MemoryCloudClient now includes:

Memory: create_memory, list_memories, get_memory, update_memory, delete_memory
Content: write, list_memory_content, delete_memory_content
Retrieval/Chat: retrieve, chat, chat_stream, memory_timeline
MCP ingest: ingest_events, record (use record(scope='knowledge') instead of ingest_content)
Export: export_memory_package, save_export_memory_package
Async jobs & upload: get_async_job_status, upload_file, get_upload_job_status
Insights/API keys/wizard: insights, create_api_key, list_api_keys, revoke_api_key, memory_wizard

MCP-style Helpers (SDK/MCP aligned)

These helpers mirror MCP tool semantics:

recall_for_task
record — unified write (single event, batch, or insights)

Session management is automatic — no need to call begin_memory_session explicitly.

v1.x methods removed in v2.0: remember_step, remember_batch, backfill_conversation_history, begin_memory_session, submit_insights, ingest_content.
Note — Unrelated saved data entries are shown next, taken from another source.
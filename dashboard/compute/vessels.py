"""Tanks and ducts on the tanks tab: faces, totals and insulation per face."""
from __future__ import annotations

from dataclasses import dataclass

import numpy as np
from convlib import design
from convlib import vessels
from convlib.pipe import Layer
from convlib.properties import dew_point
from convlib.study import CaseSpec

from .. import settings
from .case import scalar


# ----------------------------------------------------------------------------- tanks and ducts
@dataclass(frozen=True)
class VesselInputs:
    """Inputs of the "Tanks & ducts" panel (SI); the air, wind, emissivity and sky come from the case."""

    shape: str                       # key of settings.VESSEL_SHAPES
    vessel_diameter: float           # tank or sphere [m]
    vessel_height: float             # wall of a vertical tank [m]
    duct_width: float                # [m]
    duct_height: float               # [m]
    duct_length: float               # [m]
    contents_temperature: float      # [K]
    vessel_insulation: float         # thickness on every exposed face [m], 0: bare
    vessel_insulation_k: float       # [W/m/K]
    floor: str = "ground"            # vertical tank: key of settings.VESSEL_FLOORS
    wind_direction: str = "along"    # duct: key of settings.VESSEL_WIND
    vessel_length: float = settings.VESSEL["vessel_length"]  # horizontal tank: shell between the heads [m]
    heads: str = settings.VESSEL["heads"]  # horizontal tank: key of settings.VESSEL_HEADS


@dataclass(frozen=True)
class VesselView:
    """Faces of a tank, sphere or duct, their total, and the total against one input (SI)."""

    inputs: VesselInputs
    air_temperature: float
    wind_speed: float
    outdoor: bool
    faces: tuple[dict, ...]          # name, shape, area [m2], surface_temperature [K], q_per_area [W/m2], q_total [W]
    q_total: float                   # [W]
    area: float                      # exposed (and ground-contact) area [m2]
    sweep_input: str
    sweep_values: np.ndarray
    sweep_faces: dict                # face name -> (n,) q_total [W]
    sweep_total: np.ndarray          # (n,) [W]
    current: float                   # the case's value of the swept input
    notes: tuple[str, ...]
    cautions: tuple[str, ...]
    sizing_limit: float = float("nan")  # surface limit of the sizing [K]: touch (hot) or dew point + margin (cold)
    sizing: tuple = ()               # convlib.vessels.FaceThickness per exposed face at that limit, in still air


def vessel_defaults(case: CaseSpec) -> dict:
    """Contents temperature and insulation of the panel taken from the line: its fluid (or surface) temperature,
    its insulation when insulated; the design hottest air of the touch sizing is the line's air."""
    out = {"contents_temperature": case.fluid_temperature if case.kind == "insulated" else case.surface_temperature,
           "hottest_air_temperature": case.air_temperature}
    if case.kind == "insulated":
        out.update(vessel_insulation=case.insulation_thickness, vessel_insulation_k=case.insulation_conductivity)
    return out


def vessel_view(case: CaseSpec, inputs: VesselInputs, sweep_input: str = "vessel_insulation",
                hottest_air_temperature: float | None = None) -> VesselView:
    """:func:`convlib.vessels.vertical_tank`, :func:`~convlib.vessels.horizontal_tank`,
    :func:`~convlib.vessels.spherical_tank` or :func:`~convlib.vessels.rectangular_duct` with the contents at
    ``inputs.contents_temperature`` and one insulation layer on every exposed face, at the case's air, wind,
    emissivity and sky (outdoors when the case sees the sky), and the same against ``sweep_input`` in one
    vectorized call.

    The insulation per face (:func:`convlib.vessels.insulation_per_face`) is sized in still air: for hot
    contents against the touch limit at the design hottest air ``hottest_air_temperature`` [K] (default: the
    case's air), for cold contents above the dew point plus a margin at the case's air."""
    i = inputs
    for name, value, choices in (("shape", i.shape, settings.VESSEL_SHAPES), ("floor", i.floor, settings.VESSEL_FLOORS),
                                 ("heads", i.heads, settings.VESSEL_HEADS),
                                 ("wind_direction", i.wind_direction, settings.VESSEL_WIND),
                                 ("sweep input", sweep_input, settings.VESSEL_SWEEPS)):
        if value not in choices:
            raise ValueError(f"unknown {name} {value!r}; choose one of: {', '.join(choices)}")
    outdoor = case.sky_view_fraction > 0

    def run(thickness=i.vessel_insulation, wind=case.wind_speed, air=case.air_temperature):
        layers = [Layer(thickness, i.vessel_insulation_k, name="insulation")]
        common = dict(air_temperature=air, fluid_temperature=i.contents_temperature, emissivity=case.emissivity,
                      wind_speed=wind, outdoor=outdoor, pressure=case.pressure, convection_factor=case.convection_factor)
        if i.shape == "vertical_tank":
            return vessels.vertical_tank(i.vessel_diameter, i.vessel_height, wall_layers=layers, roof_layers=layers,
                                         floor=i.floor, floor_layers=layers if i.floor == "open" else [], **common)
        if i.shape == "horizontal_tank":
            return vessels.horizontal_tank(i.vessel_diameter, i.vessel_length, heads=i.heads, shell_layers=layers,
                                           head_layers=layers, **common)
        if i.shape == "sphere":
            return vessels.spherical_tank(i.vessel_diameter, layers=layers, **common)
        return vessels.rectangular_duct(i.duct_width, i.duct_height, i.duct_length, layers=layers,
                                        wind_direction=i.wind_direction, **common)

    base = run()
    _, low, high = settings.VESSEL_SWEEPS[sweep_input]
    current = {"vessel_insulation": i.vessel_insulation, "wind_speed": case.wind_speed,
               "air_temperature": case.air_temperature}[sweep_input]
    grid = np.linspace(min(low, current), max(high, 1.5 * current if sweep_input != "air_temperature" else current
                                                  + 10.0), settings.VESSEL["sweep_points"])
    key = {"vessel_insulation": "thickness", "wind_speed": "wind", "air_temperature": "air"}[sweep_input]
    swept = run(**{key: grid})
    limit = design.TOUCH_LIMIT_METAL_JACKET
    hot = [f for f in base.faces if f.surface is not None and float(f.surface_temperature) > limit]
    # sized at the case's air in still air (the worst case for both): a hot vessel for the touch limit, a cold
    # one above the dew point plus a margin
    hot_contents = i.contents_temperature >= case.air_temperature
    sizing_limit = (limit if hot_contents else
                    scalar(dew_point(case.air_temperature, case.relative_humidity, case.pressure))
                    + design.CONDENSATION_MARGIN)
    hottest = None if hottest_air_temperature is None or not hot_contents else float(hottest_air_temperature)

    def build(thickness, *, air_temperature=case.air_temperature, wind_speed=0.0):
        return run(thickness=thickness, wind=wind_speed, air=air_temperature)

    cautions = ((design.CAUTION_TOUCH,) if hot else ()) + (
        (design.CAUTION_CONDENSATION,) if i.contents_temperature < case.air_temperature else ())
    return VesselView(
        inputs=i, air_temperature=case.air_temperature, wind_speed=case.wind_speed, outdoor=outdoor,
        faces=tuple({"name": f.name, "shape": f.shape, "area": scalar(f.area),
                     "surface_temperature": scalar(f.surface_temperature), "q_per_area": scalar(f.q_per_area),
                     "q_total": scalar(f.q_total)} for f in base.faces),
        q_total=scalar(base.q_total), area=scalar(base.area), sweep_input=sweep_input, sweep_values=grid,
        sweep_faces={f.name: np.broadcast_to(np.asarray(f.q_total, float), grid.shape).copy() for f in swept.faces},
        sweep_total=np.broadcast_to(np.asarray(swept.q_total, float), grid.shape).copy(), current=float(current),
        notes=tuple(base.notes), cautions=cautions, sizing_limit=sizing_limit,
        sizing=vessels.insulation_per_face(build, surface_limit=sizing_limit, hottest_air_temperature=hottest))
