def operation_view(case: CaseSpec, inputs: OperationInputs, sweep_input: str = "wind_speed") -> OperationView:
    """Temperature along the line (:func:`convlib.operation.line_temperature_profile`; for saturated steam
    the saturation temperature and the condensate, :func:`convlib.operation.steam_line`) at the case's air and
    wind, the tracing duty (:func:`convlib.operation.tracing_duty`) and the freeze time
    (:func:`convlib.operation.freeze_time`) at the coldest air and strongest wind, and each against
    ``sweep_input`` (one vectorized call per quantity)."""
    if case.kind != "insulated":
        raise ValueError("for insulated lines with a known fluid temperature")
    if sweep_input not in settings.OPERATION_SWEEPS:
        raise ValueError(f"unknown sweep input {sweep_input!r}; choose one of: {', '.join(settings.OPERATION_SWEEPS)}")
    if inputs.service not in ("water", "steam"):
        raise ValueError(f"unknown service {inputs.service!r}; choose water or steam")
    d, i = case.diameter, inputs
    steam = i.service == "steam"

    def profile(air=case.air_temperature, wind=case.wind_speed, thickness=None):
        if steam:
            return op.steam_line(d, i.fluid_pressure, operation_layers(case, thickness), air_temperature=air,
                                 wind_speed=wind, length=case.length, **operation_options(case))
        return op.line_temperature_profile(
            d, case.fluid_temperature, operation_layers(case, thickness), mass_flow=i.mass_flow, length=case.length,
            air_temperature=air, fluid_pressure=i.fluid_pressure, wind_speed=wind, **operation_options(case))

    def tracing(air=i.design_air_temperature, wind=i.design_wind_speed, thickness=None):
        return op.tracing_duty(d, i.maintain_temperature, operation_layers(case, thickness), air_temperature=air,
                               wind_speed=wind, margin=i.tracing_margin, length=case.length,
                               **operation_options(case, design=True))

    def freeze(air=i.design_air_temperature, wind=i.design_wind_speed, thickness=None):
        return op.freeze_time(d, i.pipe_wall_thickness, i.initial_temperature, operation_layers(case, thickness),
                              air_temperature=air, wind_speed=wind, **operation_options(case, design=True))

    p, t, f = profile(), tracing(), freeze()
    grid = _sweep_grid(case, inputs, sweep_input)
    if sweep_input == "wind_speed":
        sp, st, sf = profile(wind=grid), tracing(wind=grid), freeze(wind=grid)
        current = (case.wind_speed, i.design_wind_speed)
    elif sweep_input == "air_temperature":
        sp, st, sf = profile(air=grid), tracing(air=grid), freeze(air=grid)
        current = (case.air_temperature, i.design_air_temperature)
    else:
        sp, st, sf = profile(thickness=grid), tracing(thickness=grid), freeze(thickness=grid)
        current = (case.insulation_thickness, case.insulation_thickness)
    seconds = lambda t: np.where(np.isfinite(t), np.asarray(t, float), np.nan)  # noqa: E731
    notes = tuple(dict.fromkeys((*t.notes, *f.notes)))
    cautions = (*f.cautions, *t.cautions)
    if steam:  # saturated all along: the profile is flat at the saturation temperature
        t_sat = scalar(p.saturation_temperature)
        position, temperature = np.array([0.0, case.length]), np.full(2, t_sat)
        outlet, condensate = t_sat, scalar(p.condensate_rate)
        sweep_outlet, sweep_condensate = np.asarray(sp.saturation_temperature, float), np.asarray(
            sp.condensate_rate, float)
        cautions = (*p.cautions, *cautions)
        if abs(case.fluid_temperature - t_sat) > 0.5:
            notes = (f"saturated steam at the pressure given is at {t_sat - 273.15:.1f} degC: the steam results use "
                     f"it, not the line's fluid temperature of {case.fluid_temperature - 273.15:.1f} degC", *notes)
    else:
        position, temperature = np.asarray(p.position, float), np.asarray(p.temperature, float)
        outlet, condensate = scalar(p.outlet_temperature), float("nan")
        notes, cautions = (*p.notes, *notes), (*p.cautions, *cautions)  # where the water would freeze
        sweep_outlet = np.asarray(sp.outlet_temperature, float)
        sweep_condensate = np.full(sweep_outlet.shape, np.nan)
    return OperationView(
        site_rows=demo_site_operation(),
        inputs=inputs, length=case.length, inlet_temperature=outlet if steam else case.fluid_temperature,
        air_temperature=case.air_temperature, wind_speed=case.wind_speed, position=position,
        temperature=temperature, outlet_temperature=outlet, condensate_rate=condensate,
        q_total=scalar(p.q_total), tracing_loss_per_length=scalar(t.heat_loss_per_length),
        tracing_per_length=scalar(t.duty_per_length), tracing_total=scalar(t.duty_total),
        time_to_freezing_point=scalar(f.time_to_freezing_point),
        time_to_frozen=scalar(f.time_total),
        never_freezes=bool(np.asarray(f.never_freezes).ravel()[0]), sweep_input=sweep_input, sweep_values=grid,
        sweep_outlet=sweep_outlet, sweep_condensate=sweep_condensate,
        sweep_tracing=np.asarray(st.duty_per_length, float),
        sweep_freezing_point=seconds(sf.time_to_freezing_point), sweep_frozen=seconds(sf.time_total),
        current_operating=float(current[0]), current_design=float(current[1]), notes=notes, cautions=cautions)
Use record() instead.

Example:

client.record(
    memory_id="memory_123",
    content="Refactored auth middleware and added tests.",
)
ctx = client.recall_for_task(
    memory_id="memory_123",
    task="summarize latest auth changes",
    limit=8,
    multi_level=False,
    cluster_expand=False,
)
print(ctx["results"])

Read Exported Packages

SDK includes export readers:

read_export_package(path)
read_export_package_bytes(bytes)
parse_jsonl_bytes(bytes)

from memory_cloud import read_export_package

parsed = read_export_package("memory_export.zip")
print(parsed["manifest"])
print(len(parsed["chunks"]))
print(bool(parsed["safetensors"]))
print(parsed.get("kv_summary"))

Agent Profiles & Sub-Agent Prompts

Retrieve enriched agent profiles with auto-generated activation prompts:

# List all agent profiles (with system_prompt and activation_prompt)
agents = client.list_agents(memory_id="mem-xxx")
for agent in agents["agents"]:
    print(agent["agent_role"], agent["title"])
    print(agent["activation_prompt"])  # Ready-to-use prompt for sub-agent spawning

# Get activation prompt for a specific role
prompt = client.get_agent_prompt(memory_id="mem-xxx", agent_role="backend_engineer")
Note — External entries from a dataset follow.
**Units.** Plain numbers are SI, kelvin for temperatures. A unit in brackets after the column name
applies to the plain numbers of that column: ``fluid_temperature[degC]``, ``air_temperature[°F]``,
``outer_diameter[mm]``, ``length[ft]``, ``wind_speed[km/h]``, ``relative_humidity[%]``, ``layers[mm]``
(thicknesses). A unit in a cell wins: ``6 in``, ``90 degC``, ``0.045 W/m/degC``, ``6 barg``, ``80%``. Cells
are read by :func:`convlib.units.split`, the reader of the command line (a temperature inside a compound unit
is an interval), and a value outside the range engineers use (:data:`convlib.units.INPUTS`) makes its row an
error with a hint unless ``allow_unusual=True``.

**Layers.** ``THICKNESS,CONDUCTIVITY[,NAME]`` per layer, the command line's ``--layer`` syntax
(:mod:`convlib.layer_text`; conductivity in W/m/K or with its unit), separated by ``;``, from the pipe
outwards, the cell quoted (it holds commas); empty, ``bare`` or ``none``: a bare pipe. With ``layers[mm]``:
``"80,0.045,mineral wool; 0.7,200,aluminium jacket"``; without it ``"80mm,0.045,..."``. The form of 0.2.0,
``80@0.045 mineral wool``, is still read, with a ``DeprecationWarning``. The conductivity may be a material name of
:mod:`convlib.materials` instead (``"50,calcium_silicate_c533_type1"``): the layer takes its k(T), and a layer
beyond the material's service temperature gets a note.

**Rows.** Row numbers are those of the file (header = row 1; blank lines count, and are skipped).
A row that fails validation becomes a :class:`RowError` naming the column and the problem; the
other rows are still computed. So does a row that the solvers or the property data cannot compute
(:class:`~convlib.errors.InputError` from the computation). Any other exception is a fault of the
program, not of the row: it is raised, not reported as a row error.

**Results.** Per line at its design conditions: surface temperature, heat flow per metre and over the
equivalent length (length plus fittings), plus the extra heat of its bare valves and flange pairs
(``bare_fittings_heat``, at the design condition and, for outdoor lines with weather bins, in every bin; the
outlet temperature and tracing duty leave it out, the condensate of a steam line counts it); per year: heat lost (> 0) or gained (< 0), purchased energy
(hot service, fluid above the design air: net loss / efficiency; cold service: net gain / COP), its
cost and CO2. With :class:`~convlib.design.WeatherBins`, outdoor lines see each bin's air temperature
and wind, indoor lines keep their design air and wind; a given ``operating_hours`` scales every bin's
hours by ``operating_hours / total bin hours``; without them every line takes its design condition for
all its hours, and :attr:`LineListResult.warnings` says so. Totals never net a cold line's gain against
a hot line's loss: heat lost by hot lines and heat gained by cold lines are summed apart.
``touch_flag`` (surface above a touch limit) and ``condensation_flag`` (surface below the dew point
of the line's air) are flags for review, not verdicts (:data:`~convlib.design.CAUTION_TOUCH`,
:data:`~convlib.design.CAUTION_CONDENSATION`).
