"""Standard pipe and tube sizes offered on the line panel: NPS (ASME B36.10M), DN (EN 10220), copper tube
(EN 1057, ASTM B88), all from :mod:`convlib.pipe_sizes` (:func:`~convlib.pipe_sizes.pipe_size`)."""
from __future__ import annotations

from dataclasses import dataclass

from convlib.pipe_sizes import (ASTM_B88, EN1057_OUTSIDE_DIAMETER_MM, EN10220_OUTSIDE_DIAMETER_MM, SCHEDULES,
                                nominal_pipe, nominal_sizes, pipe_size)

__all__ = ["SIZE_SYSTEMS", "StandardSize", "size_grades", "standard_sizes"]

#: Size systems: key -> (name on screen, name of its grade list or "" when it has none).
SIZE_SYSTEMS = {
    "nps": ("NPS (ASME B36.10M)", "Schedule"),
    "dn": ("DN (EN 10220)", ""),
    "copper_en": ("copper tube (EN 1057)", ""),
    "copper_astm": ("copper tube (ASTM B88)", "Type"),
}


@dataclass(frozen=True)
class StandardSize:
    """One size of a system: its key in the list (NPS, DN, outside diameter [mm] or nominal size [in]), the
    outside diameter and wall [m] (NaN where the standard implies none)."""

    key: float
    outer_diameter: float
    wall_thickness: float


def size_grades(system: str) -> tuple[str, ...]:
    """Schedules (NPS) or types (ASTM B88) of a system; none for DN and EN 1057 (no wall implied)."""
    if system not in SIZE_SYSTEMS:
        raise ValueError(f"unknown size system {system!r}; choose one of: {', '.join(SIZE_SYSTEMS)}")
    return {"nps": SCHEDULES, "copper_astm": ("K", "L", "M")}.get(system, ())


def _b88_text(nominal: float) -> str:
    whole, part = int(nominal), nominal - int(nominal)
    fraction = {0.25: "1/4", 0.375: "3/8", 0.5: "1/2", 0.75: "3/4"}.get(part, "")
    return "-".join(p for p in (str(whole) if whole else "", fraction) if p)


def standard_sizes(system: str, grade: str | None = None) -> list[StandardSize]:
    """The sizes of ``system`` (of :data:`SIZE_SYSTEMS`) in ``grade`` (schedule or ASTM B88 type), smallest first.

    >>> [s.key for s in standard_sizes("dn")][:3], round(standard_sizes("dn")[11].outer_diameter, 4)
    ([6, 8, 10], 0.1143)
    >>> s = standard_sizes("copper_astm", "L")[3]; s.key, round(s.outer_diameter, 6)
    (0.75, 0.022225)
    """
    grades = size_grades(system)
    if grades and grade not in grades:
        raise ValueError(f"unknown grade {grade!r} of {system}; choose one of: {', '.join(grades)}")
    if system == "nps":
        return [StandardSize(n, p.outer_diameter, p.wall_thickness)
                for n in nominal_sizes(grade) for p in (nominal_pipe(n, grade),)]
    if system == "dn":
        return [StandardSize(dn, p.outer_diameter, p.wall_thickness)
                for dn in EN10220_OUTSIDE_DIAMETER_MM for p in (pipe_size(f"DN{dn}"),)]
    if system == "copper_en":  # EN 1057 lists several walls per diameter: the diameter only
        return [StandardSize(od, od / 1000.0, float("nan")) for od in EN1057_OUTSIDE_DIAMETER_MM]
    return [StandardSize(n, p.outer_diameter, p.wall_thickness) for n, (_, walls) in ASTM_B88.items()
            if grade in walls for p in (pipe_size(f"B88-{_b88_text(n)}-{grade}"),)]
If a profile has a custom system_prompt (set in the frontend Settings), it is used as-is. Otherwise, a prompt is auto-generated from the profile fields (identity, critical_rules, workflow, etc.).
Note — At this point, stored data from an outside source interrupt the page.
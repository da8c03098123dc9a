"""Insulation sizing on the insulation tab: touch, heat-loss and condensation limits; bare valves and flanges."""
from __future__ import annotations

from dataclasses import dataclass, field

import numpy as np
from convlib import design, fittings
from convlib.errors import InputError
from convlib.pipe import Layer
from convlib.properties import dew_point
from convlib.study import CaseSpec, evaluate_case, insulation_conductivity_of

from .. import settings


# ----------------------------------------------------------------------------- insulation
@dataclass(frozen=True)
class Sizing:
    """One sizing of :mod:`convlib.design` for the insulation chart."""

    name: str
    limit: float                 # SI: K or W/m
    required: float | None       # [m], None when not achievable
    commercial: float | None     # [m]
    messages: tuple[str, ...]
    cautions: tuple[str, ...]
    # the assumptions the sizing ran at (echoed from convlib's ThicknessResult)
    air_temperature: float = float("nan")     # [K]: touch: the design hottest ambient
    wind_speed: float = float("nan")          # [m/s]: touch: 0, still air
    jacket_emissivity: float = float("nan")   # [-]


@dataclass(frozen=True)
class InsulationView:
    """Surface temperature and heat loss against insulation thickness, with sizings."""

    thickness: np.ndarray
    surface_temperature: np.ndarray
    q_per_length: np.ndarray
    current_thickness: float
    wind_speed: float
    hot: bool
    dew_point: float
    critical: float
    sizings: tuple[Sizing, ...] = field(default_factory=tuple)


def _sizing(name, result) -> Sizing:
    def first(x):
        return float("nan") if x is None else float(np.asarray(x, dtype=float).ravel()[0])

    req, com = first(result.required_thickness), first(result.commercial_thickness)
    return Sizing(name, first(result.limit), None if np.isnan(req) else req,
                  None if np.isnan(com) else com, tuple(result.messages), tuple(result.cautions),
                  first(result.air_temperature), first(result.wind_speed), first(result.jacket_emissivity))


def insulation_view(case: CaseSpec, surface_limit: float, heat_loss_limit: float, still_air: bool,
                    hottest_air_temperature: float | None = None) -> InsulationView:
    """Thickness curves and the thicknesses that meet the touch, heat-loss and condensation limits.

    The touch sizing runs at the design hottest ambient ``hottest_air_temperature`` [K] (default: the case's air)
    and in still air whatever ``still_air`` says (the worst case for a burn); ``still_air`` applies to the others.
    """
    if case.kind != "insulated":
        raise ValueError("insulation sizing applies to an insulated line: switch the line kind to 'insulated'")
    wind = 0.0 if still_air else case.wind_speed
    top = max(settings.SIZING_MAX_THICKNESS * 2 / 3, 2.0 * case.insulation_thickness)
    grid = np.linspace(0.0, top, 61)
    r = evaluate_case(case, insulation_thickness=grid, wind_speed=wind)  # the wind stays a scalar
    outer = [Layer(case.jacket_thickness, case.jacket_conductivity, name="jacket")] if case.jacket_thickness else []
    k = insulation_conductivity_of(case)  # the material's k(T), or the constant k
    common = dict(air_temperature=case.air_temperature, insulation_conductivity=k,
                  outer_layers=outer, jacket_emissivity=case.emissivity, pressure=case.pressure,
                  max_thickness=settings.SIZING_MAX_THICKNESS, natural=case.natural, forced=case.forced)
    outdoor = dict(wind_speed=wind, sky_view_fraction=case.sky_view_fraction, solar_irradiance=case.solar_irradiance)
    d, tf = case.diameter, case.fluid_temperature
    hot = tf >= case.air_temperature
    dew = float(dew_point(case.air_temperature, case.relative_humidity, case.pressure))
    sizings = [_sizing("heat loss", design.thickness_for_heat_loss(d, tf, heat_loss_limit=heat_loss_limit,
                                                                   **common, **outdoor))]
    if hot:
        hottest = case.air_temperature if hottest_air_temperature is None else hottest_air_temperature
        sizings.append(_sizing("touch", design.thickness_for_surface_temperature(
            d, tf, surface_limit=surface_limit, hottest_air_temperature=hottest, **common,
            **{**outdoor, "wind_speed": 0.0})))
    else:
        sizings.append(_sizing("condensation", design.thickness_against_condensation(
            d, tf, relative_humidity=case.relative_humidity, **common)))
    critical = float(np.asarray(design.critical_thickness(
        d, tf, air_temperature=case.air_temperature, insulation_conductivity=k,
        outer_layers=outer, jacket_emissivity=case.emissivity, wind_speed=wind,
        sky_view_fraction=case.sky_view_fraction, pressure=case.pressure,
        max_thickness=settings.SIZING_MAX_THICKNESS)).ravel()[0])
    return InsulationView(grid, np.asarray(r.surface_temperature, float), np.asarray(r.q_per_length, float),
                          case.insulation_thickness, wind, hot, dew, critical, tuple(sizings))


# ----------------------------------------------------------------------------- bare valves and flange pairs
@dataclass(frozen=True)
class FittingsView:
    """Bare valves and flange pairs on the line (:mod:`convlib.fittings`), SI; ``off`` says why there are no
    numbers ("" when there are)."""

    nps: float | None
    pressure_class: int
    valves: int
    flange_pairs: int
    valve_extra_heat: float          # one valve [W]
    valve_equivalent_length: float   # one valve [m of the line]
    flange_extra_heat: float         # one flange pair [W]
    flange_equivalent_length: float  # [m]
    extra_heat: float                # all of them [W]
    equivalent_length: float         # all of them [m]
    off: str = ""
    notes: tuple[str, ...] = ()


#: Why the bare items are off on a line without an NPS.
FITTINGS_NEED_NPS = "choose the pipe by NPS + schedule on the line panel (the flange and valve tables are by NPS)"


def fittings_view(case: CaseSpec, nps: float | None, pressure_class: int = 150, valves: int = 0,
                  flange_pairs: int = 0) -> FittingsView:
    """Extra heat and equivalent length of ``valves`` bare valves and ``flange_pairs`` bare flange pairs on the
    insulated line (:func:`convlib.fittings.bare_valve`, :func:`convlib.fittings.bare_flange_pair`: at the
    line's fluid temperature, insulation, jacket and surroundings; bare metal emissivity 0.9, convlib's
    default). Without an NPS, or for a size or class the tables lack, the view says why (``off``)."""
    nan = float("nan")
    if case.kind != "insulated":
        return FittingsView(nps, pressure_class, valves, flange_pairs, nan, nan, nan, nan, nan, nan,
                            off="for an insulated line")
    if nps is None:
        return FittingsView(nps, pressure_class, valves, flange_pairs, nan, nan, nan, nan, nan, nan,
                            off=FITTINGS_NEED_NPS)
    from .operation import operation_layers

    options = dict(pressure_class=pressure_class, layers=operation_layers(case), jacket_emissivity=case.emissivity,
                   air_temperature=case.air_temperature, wind_speed=case.wind_speed,
                   surroundings_temperature=case.surroundings_temperature,
                   sky_view_fraction=case.sky_view_fraction, solar_irradiance=case.solar_irradiance,
                   pressure=case.pressure)
    try:
        valve = fittings.bare_valve(nps, case.fluid_temperature, **options)
        flange = fittings.bare_flange_pair(nps, case.fluid_temperature, **options)
    except InputError as exc:
        return FittingsView(nps, pressure_class, valves, flange_pairs, nan, nan, nan, nan, nan, nan, off=str(exc))
    first = lambda a: float(np.asarray(a, dtype=float).ravel()[0])  # noqa: E731
    v_heat, v_length = first(valve.extra_heat), first(valve.equivalent_length)
    f_heat, f_length = first(flange.extra_heat), first(flange.equivalent_length)
    return FittingsView(nps, pressure_class, valves, flange_pairs, v_heat, v_length, f_heat, f_length,
                        valves * v_heat + flange_pairs * f_heat, valves * v_length + flange_pairs * f_length,
                        notes=tuple(dict.fromkeys((*valve.notes, *flange.notes))))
Injected Demo (Streaming + Recall)

Run the end-to-end injected-mode demo (client LLM extraction, server zero-LLM path):

python3 scripts/run_sdk_injected_conversation_demo.py --full-user-journey --stream

The demo validates:

Prompt-only usage via interceptor injection (no manual recall/remember calls in business code)
Background extraction request handling (record -> extraction_request -> record(insights=...))
Cross-session recall in a fresh simulated follow-up session
Streaming token output for runtime observability

Framework Integrations

All integrations share a unified adapter pattern based on MemoryCloudBaseAdapter. Each provides:

wrap_llm() / wrap_function() — transparent memory injection
awareness_recall() / awareness_record() / memory_insights() — explicit tool methods
inject_into_messages() — manual message-level injection
get_tool_functions() — tool definitions for manual registration

See the individual framework guides:

Environment Variables

export AWARENESS_API_BASE_URL="https://awareness.market/api/v1"
export AWARENESS_API_KEY="aw_xxx"

# Optional: configure extraction LLM behavior
export AWARENESS_EXTRACTION_MODEL="gpt-4o-mini"        # Model used for insight extraction (default: gpt-4o-mini)
export AWARENESS_EXTRACTION_MAX_TOKENS="16384"          # Max tokens for extraction output (default: 16384)

All environment variables can also be set via constructor parameters (which take priority over env vars).